Martínez Octavio, Reyes-Valdés M Humberto
Laboratorio Nacional de Genómica para la Biodiversidad (Langebio), Cinvestav, Campus Guanajuato, Apartado Postal 629, C.P. 36500 Irapuato, Guanajuato, Mexico.
Proc Natl Acad Sci U S A. 2008 Jul 15;105(28):9709-14. doi: 10.1073/pnas.0803479105. Epub 2008 Jul 7.

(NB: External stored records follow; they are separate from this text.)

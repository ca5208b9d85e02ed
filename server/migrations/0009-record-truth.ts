import { DataTypes, type QueryInterface } from 'sequelize'
import { allowNull, createPgGuard, dialectOf, dropGuard } from './lib'

/**
 * A record that tells the truth (ISO/IEC 17025 7.1, 7.4, 7.5, 7.8):
 * - runs keep only measured conditions (no defaults: the columns may be empty until entered), two
 *   kinds of notes (internal, and remarks printed on the certificate), the place of calibration,
 *   deviations from the method, the request and terms they come from, who changed their data,
 *   voiding with a reason, and the run they correct (a revision after a certificate was issued);
 * - points can be voided with a reason (kept, never printed);
 * - each run's item has a receipt record (received on, by, packaging, condition, accessories,
 *   deviations, whether the customer was consulted and what they decided);
 * - calibration requests carry the customer's requirements, the laboratory's review (terms and
 *   capability) and the agreement (in the portal, or recorded by the laboratory);
 * - procedure versions state what they apply to (source kinds, band, temperature range).
 */
export async function up({ context: qi }: { context: QueryInterface }): Promise<void> {
  const q = (sql: string) => qi.sequelize.query(sql)
  const sqlite = dialectOf(qi) === 'sqlite'

  await allowNull(qi, 'calibration_runs', ['receivedDate', 'ambientTemperatureK', 'relativeHumidityPct', 'distanceMm', 'emissivitySetting', 'reflectedTemperatureK', 'instrumentTemperatureK'])
  await q('ALTER TABLE calibration_runs RENAME COLUMN "notes" TO "internalNotes"')
  const runColumns = {
    certificateRemarks: { type: DataTypes.TEXT, allowNull: true },
    methodDeviations: { type: DataTypes.TEXT, allowNull: true },
    placeOfCalibration: { type: DataTypes.STRING(20), allowNull: false, defaultValue: 'laboratory' },
    siteAddress: { type: DataTypes.TEXT, allowNull: true },
    requestId: { type: DataTypes.INTEGER, allowNull: true, references: { model: 'calibration_requests', key: 'id' }, onDelete: 'RESTRICT' },
    ambientInstrumentId: { type: DataTypes.INTEGER, allowNull: true, references: { model: 'reference_instruments', key: 'id' }, onDelete: 'RESTRICT' },
    voidedAt: { type: DataTypes.DATE, allowNull: true },
    voidedBy: { type: DataTypes.INTEGER, allowNull: true, references: { model: 'users', key: 'id' }, onDelete: 'RESTRICT' },
    voidReason: { type: DataTypes.TEXT, allowNull: true },
    revisionOf: { type: DataTypes.INTEGER, allowNull: true, references: { model: 'calibration_runs', key: 'id' }, onDelete: 'RESTRICT' },
    revisionReason: { type: DataTypes.TEXT, allowNull: true },
    contributorIds: { type: DataTypes.JSON, allowNull: false, defaultValue: '[]' },
    lastReviewedVersion: { type: DataTypes.INTEGER, allowNull: true },
  }
  for (const [name, def] of Object.entries(runColumns)) await qi.addColumn('calibration_runs', name, def)
  await qi.addIndex('calibration_runs', ['requestId'])
  await qi.addIndex('calibration_runs', ['revisionOf'])

  // Who changed each existing run's data: its technician and everyone who recorded a revision.
  // (Runs with a certificate are guarded by a trigger; it is set aside for this one fill.)
  if (sqlite) await q('DROP TRIGGER IF EXISTS calibration_runs_certified_no_update')
  else await q('ALTER TABLE calibration_runs DISABLE TRIGGER calibration_runs_certified_no_update')
  const [runs] = await q('SELECT id, "technicianId" FROM calibration_runs') as [{ id: number, technicianId: number }[], unknown]
  const [revs] = await q('SELECT DISTINCT "runId", "userId" FROM run_revisions') as [{ runId: number, userId: number }[], unknown]
  for (const r of runs) {
    const ids = [...new Set([r.technicianId, ...revs.filter(v => v.runId === r.id).map(v => v.userId)])]
    await qi.sequelize.query('UPDATE calibration_runs SET "contributorIds" = :ids WHERE id = :id', { replacements: { ids: JSON.stringify(ids), id: r.id } })
  }
  if (sqlite) {
    await q(`CREATE TRIGGER calibration_runs_certified_no_update BEFORE UPDATE ON calibration_runs WHEN EXISTS (SELECT 1 FROM certificates c WHERE c.runId = OLD.id)
    BEGIN SELECT RAISE(ABORT, 'a run with a certificate cannot change'); END`)
  }
  else {
    await q('ALTER TABLE calibration_runs ENABLE TRIGGER calibration_runs_certified_no_update')
  }

  await qi.addColumn('run_points', 'voidedAt', { type: DataTypes.DATE, allowNull: true })
  await qi.addColumn('run_points', 'voidedBy', { type: DataTypes.INTEGER, allowNull: true, references: { model: 'users', key: 'id' }, onDelete: 'RESTRICT' })
  await qi.addColumn('run_points', 'voidReason', { type: DataTypes.TEXT, allowNull: true })

  await qi.createTable('item_receipts', {
    id: { type: DataTypes.INTEGER, primaryKey: true, autoIncrement: true },
    runId: { type: DataTypes.INTEGER, allowNull: false, unique: true, references: { model: 'calibration_runs', key: 'id' }, onDelete: 'RESTRICT' },
    receivedOn: { type: DataTypes.DATEONLY, allowNull: false },
    receivedBy: { type: DataTypes.INTEGER, allowNull: false, references: { model: 'users', key: 'id' }, onDelete: 'RESTRICT' },
    packaging: { type: DataTypes.TEXT, allowNull: false },
    condition: { type: DataTypes.TEXT, allowNull: false },
    accessories: { type: DataTypes.TEXT, allowNull: true },
    deviations: { type: DataTypes.TEXT, allowNull: true },
    customerConsulted: { type: DataTypes.BOOLEAN, allowNull: false, defaultValue: false },
    customerDecision: { type: DataTypes.TEXT, allowNull: true },
    version: { type: DataTypes.INTEGER, allowNull: false, defaultValue: 0 },
    createdAt: { type: DataTypes.DATE, allowNull: false },
    updatedAt: { type: DataTypes.DATE, allowNull: false },
  })
  if (sqlite) {
    // The receipt of a certified run is part of what the certificate states.
    await q(`CREATE TRIGGER item_receipts_certified_no_update BEFORE UPDATE ON item_receipts WHEN EXISTS (SELECT 1 FROM certificates c WHERE c.runId = OLD.runId)
    BEGIN SELECT RAISE(ABORT, 'the receipt of a run with a certificate cannot change'); END`)
    await q(`CREATE TRIGGER item_receipts_certified_no_delete BEFORE DELETE ON item_receipts WHEN EXISTS (SELECT 1 FROM certificates c WHERE c.runId = OLD.runId)
    BEGIN SELECT RAISE(ABORT, 'the receipt of a run with a certificate cannot be deleted'); END`)
  }
  else {
    const certified = 'EXISTS (SELECT 1 FROM certificates c WHERE c."runId" = OLD."runId")'
    await createPgGuard(qi, { name: 'item_receipts_certified_no_update', table: 'item_receipts', event: 'UPDATE', message: 'the receipt of a run with a certificate cannot change', when: certified })
    await createPgGuard(qi, { name: 'item_receipts_certified_no_delete', table: 'item_receipts', event: 'DELETE', message: 'the receipt of a run with a certificate cannot be deleted', when: certified })
  }

  const requestColumns = {
    requirements: { type: DataTypes.TEXT, allowNull: true },
    specification: { type: DataTypes.JSON, allowNull: true },
    terms: { type: DataTypes.JSON, allowNull: true },
    termsVersion: { type: DataTypes.INTEGER, allowNull: false, defaultValue: 0 },
    reviewedBy: { type: DataTypes.INTEGER, allowNull: true, references: { model: 'users', key: 'id' }, onDelete: 'RESTRICT' },
    reviewedAt: { type: DataTypes.DATE, allowNull: true },
    agreedTermsVersion: { type: DataTypes.INTEGER, allowNull: true },
    agreedAt: { type: DataTypes.DATE, allowNull: true },
    agreedBy: { type: DataTypes.INTEGER, allowNull: true, references: { model: 'users', key: 'id' }, onDelete: 'RESTRICT' },
    agreementMethod: { type: DataTypes.STRING(20), allowNull: true },
    agreementNote: { type: DataTypes.TEXT, allowNull: true },
  }
  for (const [name, def] of Object.entries(requestColumns)) await qi.addColumn('calibration_requests', name, def)

  await qi.addColumn('procedure_versions', 'applicability', { type: DataTypes.JSON, allowNull: true })
}

export async function down({ context: qi }: { context: QueryInterface }): Promise<void> {
  await dropGuard(qi, 'item_receipts_certified_no_update', 'item_receipts')
  await dropGuard(qi, 'item_receipts_certified_no_delete', 'item_receipts')
  await qi.dropTable('item_receipts')
  throw new Error('0009 is not reversible beyond dropping item_receipts: restore a backup instead')
}
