import { DataTypes, type QueryInterface } from 'sequelize'
import { createPgGuard, dialectOf, dropGuard } from './lib'

/**
 * Calibration procedures (versioned), runs, their points and the revisions of submitted runs.
 * Run revisions are append-only, like the audit trail.
 */
export async function up({ context: qi }: { context: QueryInterface }): Promise<void> {
  const stamps = {
    version: { type: DataTypes.INTEGER, allowNull: false, defaultValue: 0 },
    createdAt: { type: DataTypes.DATE, allowNull: false },
    updatedAt: { type: DataTypes.DATE, allowNull: false },
  }
  const user = { type: DataTypes.INTEGER, references: { model: 'users', key: 'id' }, onDelete: 'RESTRICT' }

  await qi.createTable('procedures', {
    id: { type: DataTypes.INTEGER, primaryKey: true, autoIncrement: true },
    name: { type: DataTypes.STRING(160), allowNull: false, unique: true },
    documentReference: { type: DataTypes.STRING(120), allowNull: false },
    currentVersionId: { type: DataTypes.INTEGER, allowNull: true },
    archived: { type: DataTypes.BOOLEAN, allowNull: false, defaultValue: false },
    ...stamps,
  })

  await qi.createTable('procedure_versions', {
    id: { type: DataTypes.INTEGER, primaryKey: true, autoIncrement: true },
    procedureId: { type: DataTypes.INTEGER, allowNull: false, references: { model: 'procedures', key: 'id' }, onDelete: 'RESTRICT' },
    versionNumber: { type: DataTypes.INTEGER, allowNull: false },
    name: { type: DataTypes.STRING(160), allowNull: false },
    documentReference: { type: DataTypes.STRING(120), allowNull: false },
    decisionRule: { type: DataTypes.STRING(30), allowNull: false },
    guardBandFactor: { type: DataTypes.DOUBLE, allowNull: true },
    template: { type: DataTypes.JSON, allowNull: false },
    cmc: { type: DataTypes.JSON, allowNull: false },
    changeNote: { type: DataTypes.TEXT, allowNull: true },
    createdBy: { ...user, allowNull: true },
    createdAt: { type: DataTypes.DATE, allowNull: false },
  })
  await qi.addIndex('procedure_versions', ['procedureId', 'versionNumber'], { unique: true, name: 'procedure_versions_number_unique' })

  await qi.createTable('calibration_runs', {
    id: { type: DataTypes.INTEGER, primaryKey: true, autoIncrement: true },
    instrumentId: { type: DataTypes.INTEGER, allowNull: false, references: { model: 'instruments', key: 'id' }, onDelete: 'RESTRICT' },
    procedureVersionId: { type: DataTypes.INTEGER, allowNull: false, references: { model: 'procedure_versions', key: 'id' }, onDelete: 'RESTRICT' },
    technicianId: { ...user, allowNull: false },
    receivedDate: { type: DataTypes.DATEONLY, allowNull: false },
    calibrationDate: { type: DataTypes.DATEONLY, allowNull: false },
    ambientTemperatureK: { type: DataTypes.DOUBLE, allowNull: false },
    relativeHumidityPct: { type: DataTypes.DOUBLE, allowNull: false },
    distanceMm: { type: DataTypes.DOUBLE, allowNull: false },
    emissivitySetting: { type: DataTypes.DOUBLE, allowNull: false },
    reflectedTemperatureK: { type: DataTypes.DOUBLE, allowNull: false },
    instrumentTemperatureK: { type: DataTypes.DOUBLE, allowNull: false },
    adjusted: { type: DataTypes.BOOLEAN, allowNull: false, defaultValue: false },
    status: { type: DataTypes.STRING(20), allowNull: false, defaultValue: 'draft' },
    submittedAt: { type: DataTypes.DATE, allowNull: true },
    reviewerId: { ...user, allowNull: true },
    reviewedAt: { type: DataTypes.DATE, allowNull: true },
    reviewComments: { type: DataTypes.TEXT, allowNull: true },
    notes: { type: DataTypes.TEXT, allowNull: true },
    ...stamps,
  })
  await qi.addIndex('calibration_runs', ['instrumentId', 'calibrationDate'], { name: 'calibration_runs_instrument' })
  await qi.addIndex('calibration_runs', ['status', 'calibrationDate'], { name: 'calibration_runs_status' })
  await qi.addIndex('calibration_runs', ['technicianId'], { name: 'calibration_runs_technician' })
  await qi.addIndex('calibration_runs', ['calibrationDate'], { name: 'calibration_runs_date' })

  await qi.createTable('run_points', {
    id: { type: DataTypes.INTEGER, primaryKey: true, autoIncrement: true },
    runId: { type: DataTypes.INTEGER, allowNull: false, references: { model: 'calibration_runs', key: 'id' }, onDelete: 'RESTRICT' },
    seq: { type: DataTypes.INTEGER, allowNull: false },
    stage: { type: DataTypes.STRING(10), allowNull: false },
    sourceId: { type: DataTypes.INTEGER, allowNull: false, references: { model: 'blackbody_sources', key: 'id' }, onDelete: 'RESTRICT' },
    referenceInstrumentId: { type: DataTypes.INTEGER, allowNull: true, references: { model: 'reference_instruments', key: 'id' }, onDelete: 'RESTRICT' },
    setPointK: { type: DataTypes.DOUBLE, allowNull: false },
    sourceIndicatedK: { type: DataTypes.DOUBLE, allowNull: true },
    referenceReadingK: { type: DataTypes.DOUBLE, allowNull: true },
    readingsK: { type: DataTypes.JSON, allowNull: false },
    referenceTemperatureK: { type: DataTypes.DOUBLE, allowNull: false },
    expectedReadingK: { type: DataTypes.DOUBLE, allowNull: false },
    errorK: { type: DataTypes.DOUBLE, allowNull: false },
    statedUncertaintyK: { type: DataTypes.DOUBLE, allowNull: false },
    verdict: { type: DataTypes.STRING(20), allowNull: false },
    engineVersion: { type: DataTypes.STRING(20), allowNull: false },
    result: { type: DataTypes.JSON, allowNull: false },
    monteCarlo: { type: DataTypes.JSON, allowNull: true },
    ...stamps,
  })
  await qi.addIndex('run_points', ['runId', 'seq'], { name: 'run_points_run' })
  await qi.addIndex('run_points', ['sourceId'], { name: 'run_points_source' })
  await qi.addIndex('run_points', ['referenceInstrumentId'], { name: 'run_points_reference' })

  await qi.createTable('run_revisions', {
    id: { type: DataTypes.INTEGER, primaryKey: true, autoIncrement: true },
    runId: { type: DataTypes.INTEGER, allowNull: false, references: { model: 'calibration_runs', key: 'id' }, onDelete: 'RESTRICT' },
    pointId: { type: DataTypes.INTEGER, allowNull: true, references: { model: 'run_points', key: 'id' }, onDelete: 'RESTRICT' },
    userId: { ...user, allowNull: false },
    at: { type: DataTypes.DATE, allowNull: false },
    reason: { type: DataTypes.TEXT, allowNull: false },
    before: { type: DataTypes.JSON, allowNull: true },
    after: { type: DataTypes.JSON, allowNull: true },
  })
  await qi.addIndex('run_revisions', ['runId', 'at'], { name: 'run_revisions_run' })
  if (dialectOf(qi) === 'postgres') {
    await createPgGuard(qi, { name: 'run_revisions_no_update', table: 'run_revisions', event: 'UPDATE', message: 'run revisions cannot be changed' })
    await createPgGuard(qi, { name: 'run_revisions_no_delete', table: 'run_revisions', event: 'DELETE', message: 'run revisions cannot be deleted' })
    return
  }
  await qi.sequelize.query(`CREATE TRIGGER run_revisions_no_update BEFORE UPDATE ON run_revisions
    BEGIN SELECT RAISE(ABORT, 'run revisions cannot be changed'); END`)
  await qi.sequelize.query(`CREATE TRIGGER run_revisions_no_delete BEFORE DELETE ON run_revisions
    BEGIN SELECT RAISE(ABORT, 'run revisions cannot be deleted'); END`)
}

export async function down({ context: qi }: { context: QueryInterface }): Promise<void> {
  await dropGuard(qi, 'run_revisions_no_delete', 'run_revisions')
  await dropGuard(qi, 'run_revisions_no_update', 'run_revisions')
  await qi.dropTable('run_revisions')
  await qi.dropTable('run_points')
  await qi.dropTable('calibration_runs')
  await qi.dropTable('procedure_versions')
  await qi.dropTable('procedures')
}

The transcriptome is a set of genes transcribed in a given tissue under specific conditions and can be characterized by a list of genes with their corresponding frequencies of transcription. Transcriptome changes can be measured by counting gene tags from mRNA libraries or by measuring light signals in DNA microarrays. In any case, it is difficult to completely comprehend the global changes that occur in the transcriptome, given that thousands of gene expression measurements are involved. We propose an approach to define and estimate the diversity and specialization of transcriptomes and gene specificity. We define transcriptome diversity as the Shannon entropy of its frequency distribution. Gene specificity is defined as the mutual information between the tissues and the corresponding transcript, allowing detection of either housekeeping or highly specific genes and clarifying the meaning of these concepts in the literature. Tissue specialization is measured by average gene specificity. We introduce the formulae using a simple example and show their application in two datasets of gene expression in human tissues. Visualization of the positions of transcriptomes in a system of diversity and specialization coordinates makes it possible to understand at a glance their interrelations, summarizing in a powerful way which transcriptomes are richer in diversity of expressed genes, or which are relatively more specialized. The framework presented enlightens the relation among transcriptomes, allowing a better understanding of their changes through the development of the organism or in response to environmental stimuli.
转录组是在特定条件下在给定组织中转录的一组基因,可用一份带有相应转录频率的基因列表来表征。转录组变化可通过对mRNA文库中的基因标签进行计数或通过测量DNA微阵列中的光信号来测定。在任何情况下,鉴于涉及数千次基因表达测量,很难完全理解转录组中发生的全局变化。我们提出一种方法来定义和估计转录组的多样性与特异性以及基因特异性。我们将转录组多样性定义为其频率分布的香农熵。基因特异性定义为组织与相应转录本之间的互信息,这有助于检测管家基因或高度特异性基因,并阐明文献中这些概念的含义。组织特异性通过平均基因特异性来衡量。我们通过一个简单示例介绍这些公式,并展示它们在两个人类组织基因表达数据集中的应用。在多样性和特异性坐标系统中对转录组位置进行可视化,能够让人一眼了解它们之间的相互关系,以一种强大的方式总结出哪些转录组具有更丰富的表达基因多样性,或者哪些相对更具特异性。所提出的框架揭示了转录组之间的关系,有助于更好地理解它们在生物体发育过程中或对环境刺激作出反应时的变化。